New modules should always build on the existing base class XRTLmodule, which implements most of the basic functions and handles the interaction with the module manager. Additionally, new class variables and methods can be defined. As bare minimum, the following methods should be defined:

class NewModule : public XRTLmodule
{
private:
    uint32_t exampleSetting;
public:
    NewModule(String moduleName);
    moduleType type = xrtl_newModule;

    void saveSettings(JsonObject &settings);
    void loadSettings(JsonObject &settings);
    void setViaSerial();

    void setup();
    void loop();
    void stop();

    void handleInternal(internvalEvent eventId, String &sourceId);
    bool handleCommand(String &controlId, JsonObject &command);
    bool getStatus(JsonObject &status);
};

Manage Settings

The modules ship with a parameter object that allows to handle basic settings. This is done by linking the individual settings to the parameter object in the constructor.

NewModule::NewModule(String moduleName)
{
    id = moduleName; // store controlId

    parameters.setKey(id); // relay id to parameter object
    parameters.add(exampleSetting, "name", "unit description"); // link the parameter
}

The parameter object can further handle saving and loading settings to and from a JsonObject. If further steps like updating the variables are needed, they need to be specified in corresponding functions.

void NewModule::saveSettings(JsonObject &settings)
{
    // update variables and handle other steps here
    // custom settings are also handled here

    parameters.save(settings); // let the parameter object handle it
}
void NewModule::loadSettings(JsonObject &settings)
{
    parameters.load(settings); // let the parameter object handle it

    // custom settings can be handled here
    // manually update settings here if needed

    if (debugging)
    {// check if serial output is requested and print parameters
        parameters.print();
    }
}

To edit parameters during operation, the setViaSerial function can be used. It gets called during the setup process and for most cases can be left to the parameter objects implemented function.

void setViaSerial()
{
    parameters.setViaSerial();
    // more complex settings need to be queried manually
}

Normal Module Operation

After the settings have been loaded to the module, normal module functions need to be defined. First step is the setup function that gets called once during the start of the hardware and handles everything related to the initialization.

void NewModule::setup()
{
    // initialize all hardware here
    // take care of everything that needs to be done _before_ normal operation
}

Next is the loop function that gets called continuously and as often as possible. The code should be non-blocking and have as little impact on the processor load as possible to allow other modules to function normally. Blocking code will cause other modules like the socket connection to fail.

void NewModule::loop()
{
    // put continous tasks in here
}

Furthermore, it is a good idea to define a stop function that allows the device to go into a safe state when a restart is imminent or an unexpected condition occurred. This function is for example called whenever the setup routine is started.

void NewModule::stop()
{
    // stop all normal operation
    // go into a safe mode and prepare for a possible restart of the device
}

Handle Module Interaction

Lastly the two main interaction pathways of the modules via the module manager need to be defined if the module is supposed to react on them. If internal events are expected to be relevant, handleInternal should be defined featuring the actions for the different eventIds. To notify other modules via internal events, the function notify can be used.

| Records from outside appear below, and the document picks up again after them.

//! The signs of a drawing, and what is said of them: only of those that occur.

use super::super::sheets::is_shown;
use super::super::words;
use super::View;
use super::canvas::{Canvas, Mark};
use super::drawing::cells;
use crate::analysis::response::Response;
use crate::report::grid::Ink;
use crate::report::kinds::STROKES;
use crate::report::sketch::{Size, Style};
use crate::report::table::{clean, human};

/// Signs of thresholds, in their order. No letter of them is the glyph of a kind.
const MARKS: &str = "123456789ABCDEFGHIJKLMNOPQRSTUVWXYZ";
/// The sign of all further ones.
const FURTHER: char = '*';

/// The thresholds that are marked and worth a list, by place: those that concern states that there can be.
pub fn marked(response: &Response) -> Vec<usize> {
    let all = response.thresholds.iter().enumerate();
    all.filter(|(_, threshold)| is_shown(threshold)).map(|(place, _)| place).collect()
}

/// The sign of a threshold, by its place in [`marked`]: a digit, then a letter; all from the 36th on share one.
pub fn mark(rank: usize) -> char {
    MARKS.chars().nth(rank).unwrap_or(FURTHER)
}

impl Mark {
    /// Its character.
    pub(super) fn glyph(self, style: Style) -> char {
        let either = |unicode: char, ascii: char| if style == Style::Unicode { unicode } else { ascii };
        match self {
            Self::Blank => ' ',
            Self::Present => either('│', '|'),
            Self::Rule => either('║', '!'),
            Self::Branch(stroke) => either(stroke.glyph, stroke.ascii),
            Self::State(look, _) => either(look.glyph, look.ascii),
            Self::Threshold(rank) => mark(rank),
        }
    }

    /// What it means, which its sign says as well.
    pub(super) fn ink(self) -> Ink {
        match self {
            Self::Blank | Self::Branch(_) => Ink::Plain,
            Self::Present => Ink::Now,
            Self::Rule => Ink::Point,
            Self::State(_, true) => Ink::Chosen,
            Self::State(_, false) | Self::Threshold(_) => Ink::Strong,
        }
    }
}

/// The signs that are in a drawing of this size, each with its meaning in a word or a few; harmless.
pub fn signs(view: &View<'_>, size: Size, style: Style) -> Vec<(String, String)> {
    let Some([columns, rows]) = cells(size) else { return Vec::new() };
    let canvas = Canvas::new(view, columns, rows);
    let has = |wanted: Mark| canvas.marks().any(|mark| mark == wanted);
    let sign = |mark: Mark, meaning: String| (mark.glyph(style).to_string(), clean(&meaning, style));
    let mut all = Vec::new();
    let strokes = STROKES.iter().filter(|stroke| has(Mark::Branch(**stroke)));
    all.extend(strokes.map(|stroke| sign(Mark::Branch(*stroke), stroke.word.to_owned())));
    let name = control_name(view);
    if has(Mark::Present) {
        let present = human(view.response.control.present);
        all.push(sign(Mark::Present, format!("present {name} = {present}")));
    }
    if let Some(at) = view.rule.filter(|_| has(Mark::Rule)) {
        let is_present = at.to_bits() == view.response.control.present.to_bits();
        let present = if is_present { "present " } else { "" };
        all.push(sign(Mark::Rule, format!("{present}{name} = {}", human(at))));
    }
    let shown = |mark: Mark| if let Mark::Threshold(rank) = mark { Some(rank) } else { None };
    let mut thresholds: Vec<usize> = canvas.marks().filter_map(shown).collect();
    thresholds.sort_unstable();
    if let (Some(&first), Some(&last)) = (thresholds.first(), thresholds.last()) {
        let these = if first == last { mark(first).to_string() } else { format!("{} to {}", mark(first), mark(last)) };
        let word = if first == last { "threshold" } else { "thresholds" };
        all.push((these, word.to_owned()));
    }
    all
}

/// The thresholds, by place in [`marked`], that have no mark in a drawing of this size: they lie outside, or others are in their cells.
pub fn not_marked(view: &View<'_>, size: Size) -> Vec<usize> {
    cells(size).map_or_else(Vec::new, |[columns, rows]| Canvas::new(view, columns, rows).left_out)
}

fn control_name(view: &View<'_>) -> String {
    words::name(view.model, view.response.control.parameter).to_owned()
}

void NewModule::handleInternal(internalEvent eventId, String &sourceId)
{
    switch (eventId)
    {
        case debug_off:
        {
            debugging = false;
            break;
        }
        case debug_on:
        {
            debugging = true;
            break;
        }
        // add other relevant eventId
    }
}

For adding interaction via commands, the function handleCommand needs to be implemented. The method getValue is used for checking whether a command key is present and the value type matches the expected type. Only if this function returns true the corresponding code should be executed.

void NewModule::handleCommand(String &controlId, JsonObject &command)
{
    // only react if controlId matches or wildcard is used
    if (!isModule(controlId) && controlId != "*") return;

    bool tempBool = false;
    if (getValue("getStatus", command, tempBool) && tempBool)
    {
        sendStatus();
    }

    int64_t tempInt = 0;
    if (getValue<int64_t>("customCommandKey", command, tempInt))
    {
        // define action on the command key here
    }
}

If the module is supposed to communicate its current status to the server, getStatus needs to be defined to return true to tell the manager the status should actually be emitted. Since the necessary status messages depend on the application, the status fields need to be filled manually.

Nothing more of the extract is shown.